と言ったらみんな爆笑だ。ちえッと言うので、

「そう言う風に、場を和ませて、みんなの気持ちを明るくできる。周りをよく見ていて、弱者に優しい。それらってとっても大切なことだよね。ちなみにこれはトーマスが言ってたんだ」

エバンスが嬉しそうだ。

「そうやってみんないい能力持っているんだから、それをいっぱい使って楽しく生きていかないともったいないよ。神様からの贈り物だからね」

「そうなんだ? おれ、親からも、神様からも捨てられたんだと思ってた。だからお祈りなんかするかって思ってたけど。そっか、おれにもちゃんと持たせてくれてるんだ」

おっちょこちょいで小さな怪我が絶えないナッシュが呟く。

まずい、そのセリフは胸にくる。ここで泣いたら失礼だ。唇をぐっと噛みしめる。

その下唇を触られて、びっくりする。

ソレイユだ。どっから湧いた?

「そんなに強く噛みしめたら、血が出ちゃうよ」

モードさんみたいなことを言って、優しい瞳をする。わたしは一歩後ずさる。驚いたからなんか言ってやろうかと思ったけど、いいセリフが思いつかないから、頷いてやり過ごす。ソレイユは時々苦手だ。

今日は発酵を1回にした簡易ブレッドだ。それととろプル肉と野菜を炒めたもの。

食事を取りながら、わたしは提案した。

「前から思ってたんだけどさ、みんな何でも平均してできるよね。そして特化した何かもできる。ってことはさ、需要に応えた商会でも立ち上げればいいんじゃない?」

「商売ってこと?」

「子守を望む人には、子守を。洗濯がして欲しかったら、洗濯を。掃除を手伝ってもらいたかったら掃除を。ご飯も作れるし。あとさ、お金貯めて土地買って、共同風呂作るのどう? みんなで組めばもう作れるでしょ? みんないろんなことができるからさ、考えるだけで楽しい。
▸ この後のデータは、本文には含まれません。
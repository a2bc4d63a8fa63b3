//! The least deviation that any estimator of the drift could have: the covariance of the
//! two-state filter that knows wander and noise, with the noise's Fisher information.

use ratewright_timing::sim::Delay;

/// Covariance of phase (s) and drift, run along with the readings.
pub(crate) struct Bound {
    xx: f64,
    xy: f64,
    yy: f64,
    white_fm: f64,
    walk_fm: f64,
    last_ns: i64,
}

impl Bound {
    pub(crate) fn new(white_fm: f64, walk_fm: f64) -> Self {
        Bound {
            xx: 1.0,
            xy: 0.0,
            yy: 3.6e-9,
            white_fm,
            walk_fm,
            last_ns: 0,
        }
    }

    /// Covariance at a time.
    pub(crate) fn advance(&mut self, at_ns: i64) {
        let dt = (at_ns - self.last_ns).max(0) as f64 * 1e-9;
        self.last_ns = at_ns;
        self.xx += dt * (2.0 * self.xy + dt * self.yy) + self.white_fm * dt;
        self.xx += self.walk_fm * dt * dt * dt / 3.0;
        self.xy += dt * self.yy + 0.5 * self.walk_fm * dt * dt;
        self.yy += self.walk_fm * dt;
    }

    /// A phase reading of the given information, 1/s².
    pub(crate) fn read_phase(&mut self, information: f64) {
        let gain = information / (1.0 + information * self.xx);
        let (kx, ky) = (self.xx, self.xy);
        self.xx = kx / (1.0 + information * kx);
        self.xy -= kx * ky * gain;
        self.yy -= ky * ky * gain;
    }

    /// A drift reading of the given deviation.
    pub(crate) fn read_drift(&mut self, deviation: f64) {
        let gain = 1.0 / (self.yy + deviation * deviation);
        let (kx, ky) = (self.xy, self.yy);
        self.xx -= kx * kx * gain;
        self.xy -= kx * ky * gain;
        self.yy -= ky * ky * gain;
    }

    pub(crate) fn drift_variance(&self) -> f64 {
        self.yy
    }
}

/// Fisher information of the location of a delay, 1/s², by convolution of the queue's density
/// with the normal part on a grid. `tick_s` adds the variance of truncation to it.
pub(crate) fn information(delay: &Delay, tick_s: f64) -> f64 {
    let widen = |deviation: f64| (deviation * deviation + tick_s * tick_s / 12.0).sqrt();
    match *delay {
        Delay::None => 0.0,
        Delay::Normal { deviation_s } => 1.0 / (widen(deviation_s) * widen(deviation_s)),
        Delay::Tailed {
            deviation_s,
            share,
            tail_s,
            outliers,
        } => {
            let queue = |v: f64| share / tail_s * libm::exp(-v / tail_s);
            let normal = 1.0 - share;
            (1.0 - outliers) * convolved(queue, normal, widen(deviation_s), 12.0 * tail_s)
        }
        Delay::Gamma {
            shape,
            scale_s,
            deviation_s,
        } => {
            let norm = libm::tgamma(shape) * scale_s;
            let queue =
                |v: f64| libm::pow(v / scale_s, shape - 1.0) * libm::exp(-v / scale_s) / norm;
            convolved(queue, 0.0, widen(deviation_s), 20.0 * scale_s)
        }
        Delay::LogNormal {
            median_s,
            spread,
            deviation_s,
        } => {
            let queue = |v: f64| {
                let u = libm::log(v / median_s) / spread;
                libm::exp(-0.5 * u * u) / (v * spread * 2.506_628_274_631)
            };
            convolved(
                queue,
                0.0,
                widen(deviation_s),
                median_s * libm::exp(3.0 * spread),
            )
        }
        Delay::Lomax {
            scale_s,
            exponent,
            deviation_s,
            ..
        } => {
            let queue = |v: f64| exponent / scale_s * libm::pow(1.0 + v / scale_s, -exponent - 1.0);
            convolved(queue, 0.0, widen(deviation_s), 30.0 * scale_s)
        }
    }
}

fn convolved(queue: impl Fn(f64) -> f64, normal: f64, deviation: f64, reach: f64) -> f64 {
    let step = deviation / 4.0;
    let taps: Vec<(f64, f64)> = (-24..=24)
        .map(|k| {
            let u = f64::from(k) / 4.0;
            let g = libm::exp(-0.5 * u * u) / 2.506_628_274_631 / 4.0;
            (g, -u / deviation * g)
        })
        .collect();
    let count = (reach / step) as i64;
    let queue: Vec<f64> = (0..count).map(|i| queue((i as f64 + 0.5) * step)).collect();
    let mut total = 0.0;
    for i in -24..count {
        let (mut f, mut slope) = (0.0, 0.0);
        for (k, &(g, dg)) in taps.iter().enumerate() {
            let at = i - (k as i64 - 24);
            if (0..count).contains(&at) {
                f += queue[at as usize] * g;
                slope += queue[at as usize] * dg;
            }
        }
        let e = (i as f64 + 0.5) * step;
        let u = e / deviation;
        let g = normal * libm::exp(-0.5 * u * u) / (2.506_628_274_631 * deviation);
        f += g;
        slope -= g * u / deviation;
        if f > 1e-12 / deviation {
            total += slope * slope / f * step;
        }
    }
    total
}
自分ひとりじゃ、ひとり分しかできないけど」

いいよね、能力あるって。

「そうしたら、年齢が上になっても残りたい人は残って、一緒に暮らせるよ。トーマスもメイと一緒にいて働けるよ」

トーマスが固まった。

「トーマス?」

「……そんなこと考えたことなかった。そっか、そんな方法があるんだな。俺でも、やりたいことをやっていけるんだな」

トーマスが自分の両手の平を見ている。その上に広がっている未来に今気づいたようだ。